I'm starting to see more "parking lots" get deployed. This is nothing more than a giant slug of ultra-cheap storage with no promises around service level, backup, recoverability, etc. Typically, it's presented as a file system to the organization, and anyone can store anything there -- no questions asked.
Customers who've done this have told me that they were absolutely amazed as to what came off of "production" arrays, and ended up in the parking lot. All of the sudden, production backup was a lot easier, production arrays all of the sudden had a lot of spare capacity.
Turns out that a lot of production capacity was just stuff. Nothing important, just stuff. And by having a cheap (e.g. free) place to put things -- with no questions asked! -- everything just kind of flowed there.
Now, they can actually get a look at stuff they've never been able to see before, because it's all in one place. And if someone asks the question "gee, no backup, what does it cost to get a backup?" -- well, that's a productive discussion, isn't it?

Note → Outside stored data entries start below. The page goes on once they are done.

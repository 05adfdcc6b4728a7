// DC operating point of the ladder, the starting state of every run: inductors are shorts,
// capacitors open, every source at its initial value and every rail on. At DC a cell is its
// resistance R′ΔZ and a node its conductance G′ΔZ, so this is the resistive network of the discrete
// ladder itself and the state it gives is stationary under the time loop.
//
// One nodal solve of the whole graph (dc-network.ts) on its terminal nodes (every node that is not
// inside a segment): each segment's interior is first reduced to its exact two-port between its end
// nodes (a short, a resistor, or a π of conductances), then filled back in from the end voltages.
// Zero-resistance lines and parts are shorts and ideal sources fix their node, so a lossless route,
// a 0 Ω driver and a 0 Ω part all work; a node with no DC path anywhere starts at 0 V.
import { DcNetwork } from './dc-network.js';
import { EXTERNAL, externalVoltage, type Ladder, type SegmentSpan } from './ladder.js';

export interface DcState {
  /** Voltage of every slot (ghost slots hold their real node's voltage). */
  v: Float64Array;
  /** Cell currents, aligned with the line kernel's current array: i[base + 1 + j] is cell j of a segment. */
  i: Float64Array;
  /** Current in each lumped branch, from its `p` end to its `q` end. */
  lumped: Float64Array;
}

type Reduction = { kind: 'short'; index: number; leak: number } | { kind: 'resistive'; g: number } | { kind: 'pi'; series: number; shunt: number };

/**
 * The nodal network's index of every slot that is a terminal node (not inside a segment, not a ghost),
 * −1 for the rest: only terminals enter the sparse solve, so a long line costs arrays, not unknowns.
 */
function terminals(ladder: Ladder): { index: Int32Array; count: number } {
  const inner = new Uint8Array(ladder.slots);
  for (const s of ladder.segments) for (let k = 1; k < s.cells; k++) inner[s.base + k] = 1;
  for (let g = 0; g < ladder.ghosts.length; g += 2) inner[ladder.ghosts[g]] = 1;
  const index = new Int32Array(ladder.slots);
  let count = 0;
  for (let k = 0; k < ladder.slots; k++) index[k] = inner[k] ? -1 : count++;
  return { index, count };
}

/** The interior of a segment as a two-port at DC (cells ≥ 1), between terminals a and b. */
function reduceSegment(ladder: Ladder, s: SegmentSpan, net: DcNetwork, a: number, b: number): Reduction {
  const rc = s.line.r * s.cellLength;
  const gi = s.cells > 1 ? ladder.nodeG[s.base + 1] : 0;
  if (rc === 0) {
    // a short from end to end; the interior's leakage (all at the end voltage) is put on the first end
    const leak = (s.cells - 1) * gi;
    net.toRail(a, leak, 0);
    return { kind: 'short', index: net.short(a, b), leak };
  }
  if (gi === 0) {
    const g = 1 / (s.cells * rc);
    net.conductance(a, b, g);
    return { kind: 'resistive', g };
  }
  // π equivalent of the symmetric ladder: −y21 in series, y11 + y21 from each end to ground. Both from
  // Thevenin sweeps (continued fractions of positive terms, well conditioned however long the line):
  // y11 = 1/(rc + r of everything right of node 1 with the far end shorted), −y21 = the current a 1 V
  // first end drives into the shorted far end.
  const left = sweep(s.cells, rc, gi, 1);
  const right = sweep(s.cells, rc, gi, 0);
  const y11 = 1 / (rc + right.r[s.cells - 1]);
  const series = left.e[s.cells - 1] / (left.r[s.cells - 1] + rc);
  const shunt = y11 - series;
  net.conductance(a, b, series);
  net.toRail(a, shunt, 0);
  net.toRail(b, shunt, 0);
  return { kind: 'pi', series, shunt };
}

/**
 * Thevenin equivalents along a uniform ladder (series rc per cell, shunt gi on each interior node)
 * from an ideal source v0 at one end: e[k], r[k] seen at node k (k = 0 … cells − 1 counted from that
 * end), including node k's own shunt; node 0 is the source itself. The same sweep from the other end
 * gives the other side; a node's voltage joins the two (the chain's classic DC solution by Thevenin
 * sweeps, exact for ideal ends and stable: every step combines positive resistances).
 */
function sweep(cells: number, rc: number, gi: number, v0: number): { e: Float64Array; r: Float64Array } {
  const e = new Float64Array(cells);
  const r = new Float64Array(cells);
  e[0] = v0;
  for (let k = 1; k < cells; k++) {
    const rs = r[k - 1] + rc;
    const d = 1 + rs * gi;
    e[k] = e[k - 1] / d;
    r[k] = rs / d;
  }
  return { e, r };
}

export function solveDc(ladder: Ladder, sources: Float64Array): DcState {
  const { index: t, count } = terminals(ladder);
  const net = new DcNetwork(count);
  const where = (b: Ladder['lumped'][number]) => `${b.role === 'driver' ? 'driver' : b.item}`;
  for (let k = 0; k < ladder.slots; k++) if (t[k] >= 0) net.toRail(t[k], ladder.nodeG[k], 0);
  const reductions = ladder.segments.map((s) => (s.cells > 0 ? reduceSegment(ladder, s, net, t[s.first], t[s.last]) : undefined));
  // Lumped branches: a capacitor is open; R > 0 a conductance; R = 0 (with or without L) a short or an ideal source.
  const zero = ladder.lumped.map((b, k) => {
    if (b.part.c !== undefined) return -1;
    if (b.part.r > 0) {
      if (b.p !== EXTERNAL && b.q !== EXTERNAL) net.conductance(t[b.p], t[b.q], 1 / b.part.r);
      else net.toRail(t[b.p !== EXTERNAL ? b.p : b.q], 1 / b.part.r, externalVoltage(b, sources));
      return -1;
    }
    if (b.p !== EXTERNAL && b.q !== EXTERNAL) return net.short(t[b.p], t[b.q]);
    return net.ideal(t[b.p !== EXTERNAL ? b.p : b.q], externalVoltage(b, sources), where(ladder.lumped[k]));
  });
  const vt = net.solve();
  const v = new Float64Array(ladder.slots);
  for (let k = 0; k < ladder.slots; k++) if (t[k] >= 0) v[k] = vt[t[k]];
  const state: DcState = { v, i: new Float64Array(ladder.slots + 1), lumped: new Float64Array(ladder.lumped.length) };
  fillSegments(ladder, state, reductions);
  const out = outflows(ladder, state, reductions, sources);
  const leaving = new Float64Array(count);
  for (let k = 0; k < ladder.slots; k++) if (t[k] >= 0) leaving[t[k]] = out[k];
  const { shorts, ideals } = net.zeroResistanceCurrents(leaving);
  ladder.lumped.forEach((b, k) => {
    if (zero[k] < 0) return;
    if (b.p !== EXTERNAL && b.q !== EXTERNAL) state.lumped[k] = shorts[zero[k]];
    else state.lumped[k] = b.p !== EXTERNAL ? ideals[zero[k]] : -ideals[zero[k]];
  });
  ladder.segments.forEach((s, n) => {
    const red = reductions[n];
    if (red?.kind === 'short') fillShortCurrents(s, state, shorts[red.index], ladder.nodeG[s.base + 1]);
  });
  for (let g = 0; g < ladder.ghosts.length; g += 2) v[ladder.ghosts[g]] = v[ladder.ghosts[g + 1]];
  return state;
}

/** Interior voltages and cell currents of every segment that is not a short, from its end voltages. */
function fillSegments(ladder: Ladder, state: DcState, reductions: (Reduction | undefined)[]): void {
  ladder.segments.forEach((s, n) => {
    const red = reductions[n];
    if (!red) return;
    const va = state.v[s.first];
    const vb = state.v[s.last];
    if (red.kind === 'short') {
      for (let k = 1; k < s.cells; k++) state.v[s.base + k] = va;
      return;
    }
    const rc = s.line.r * s.cellLength;
    if (red.kind === 'resistive') {
      const current = (va - vb) * red.g;
      for (let k = 1; k < s.cells; k++) state.v[s.base + k] = va - k * rc * current;
      for (let j = 0; j < s.cells; j++) state.i[s.base + 1 + j] = current;
      return;
    }
    // sweeps from both ends (ideal sources at the end voltages); node k joins left[k] (with its shunt)
    // and everything right of it through cell k; cell j carries left[j] − right[cells−1−j] over the
    // resistances in between
    const cells = s.cells;
    const gi = ladder.nodeG[s.base + 1];
    const left = sweep(cells, rc, gi, va);
    const right = sweep(cells, rc, gi, vb);
    for (let k = 1; k < cells; k++) {
      const re = right.e[cells - 1 - k];
      const rr = right.r[cells - 1 - k] + rc; // right of node k, through cell k, without node k's shunt
      // parallel of (left.e[k], left.r[k]) and (re, rr)
      state.v[s.base + k] = (left.e[k] * rr + re * left.r[k]) / (left.r[k] + rr);
    }
    for (let j = 0; j < cells; j++) {
      const k = cells - 1 - j;
      state.i[s.base + 1 + j] = (left.e[j] - right.e[k]) / (left.r[j] + rc + right.r[k]);
    }
  });
}

/** Cell currents of a zero-resistance segment: `atLast` arrives at the far end, each interior node's leakage adds going back. */
function fillShortCurrents(s: SegmentSpan, state: DcState, atLast: number, gi: number): void {
  const leak = s.cells > 1 ? gi * state.v[s.first] : 0;
  let current = atLast;
  for (let j = s.cells - 1; j >= 0; j--) {
    state.i[s.base + 1 + j] = current;
    current += leak;
  }
}

/** Current each node sends out through everything but the zero-resistance branches. */
function outflows(ladder: Ladder, state: DcState, reductions: (Reduction | undefined)[], sources: Float64Array): Float64Array {
  const { v } = state;
  const out = new Float64Array(ladder.slots);
  for (let k = 0; k < ladder.slots; k++) out[k] = ladder.nodeG[k] * v[k];
  ladder.segments.forEach((s, n) => {
    const red = reductions[n];
    if (!red) return;
    if (red.kind === 'short') out[s.first] += red.leak * v[s.first];
    else {
      out[s.first] += state.i[s.base + 1];
      out[s.last] -= state.i[s.base + s.cells];
    }
  });
  ladder.lumped.forEach((b, k) => {
    if (b.part.c !== undefined || !(b.part.r > 0)) return;
    const vp = b.p !== EXTERNAL ? v[b.p] : externalVoltage(b, sources);
    const vq = b.q !== EXTERNAL ? v[b.q] : externalVoltage(b, sources);
    const i = (vp - vq) / b.part.r;
    state.lumped[k] = i;
    if (b.p !== EXTERNAL) out[b.p] += i;
    if (b.q !== EXTERNAL) out[b.q] -= i;
  });
  return out;
}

Another trend I'm seeing is what I'm calling "continuous storage buffer management". This is cropping up more frequently for the 80% of storage requests that aren't mission-critical, performance-sensitive stuff. Simply put, they manage two parallel processes: (1) making sure there's always storage that can be provisioned on a moment's notice, and (2) reclaimation of storage that was asked for, but never really used.
People tell me that thinking of this sort of stuff as you might think of a network (rather than a storage array) is turning out to be a lot easier, and lot more efficient.
Finally, I'm starting to see people build in "trade down" capabilities into their infrastructure. Here's the scenario: business unit comes in, most important application in the world, has to have the very best of everything -- and, after six months, well -- things have changed. It ain't as important as people thought it was; although it hasn't gone away entirely.
So storage virtualization (block and file) seems to be attractive in these very large shops, simply because IT can dial down -- or dial up -- a service level on short notice, and do so non-disruptively. These same people also appreciate what a large enterprise array can do along the same lines, but without the need for external storage virtualization.
The Bottom Line
You might think that storage management is a boring, mundane, uninteresting topic.
It's not. It's where all the information lives. Although there are those that espouse one storage management / methodology over another, I haven't found a single, unique "best way" that applies to the incredibly broad range of organizations and use cases that are out there.
If you do engage a consultant or a vendor to help you with this, may I make a suggestion?
That if they have the "answer" without understanding what makes your organization unique -- well, maybe you'd be better off working with someone else.
And -- if you have any thoughts along these lines -- especially as it applies to very large enterprises -- I'd be interested if you'd share your thoughts.
Thanks!

Very interesting (and necessary) post.
Thanks for sharing your experiences in this area. Parking lots look to me an interesting approach. You pointed this way somehow in a previous article about resources available at EMC, right?
Just one question about those 'parking lots'. Have you considered the potential implications in the mid term they might bring to IT Manager's desktops? (i.e. indexing, information and document cualification, access control, etc?)
At the very beginning, these will not probably show up. But i believe they might further on.
Maybe a usage policy avoids those considerations?
Juan
Posted by: Juan Jose Palacios | June 19, 2008 at 02:29 PM
Hi -- I think the thinking was "no policies", simply because the act of creating policies created friction and costs associated with the usage of the resource, and reinforced the existing bad behavior.
Going further, once it's all out in the open, and in a single place, I agree -- there's opportunity to index, protect, dedupe, etc. -- but you have to get the information out of hiding and into the open.
Or, at least, that's how the thought was expressed to me.
Posted by: Chuck Hollis | June 19, 2008 at 02:33 PM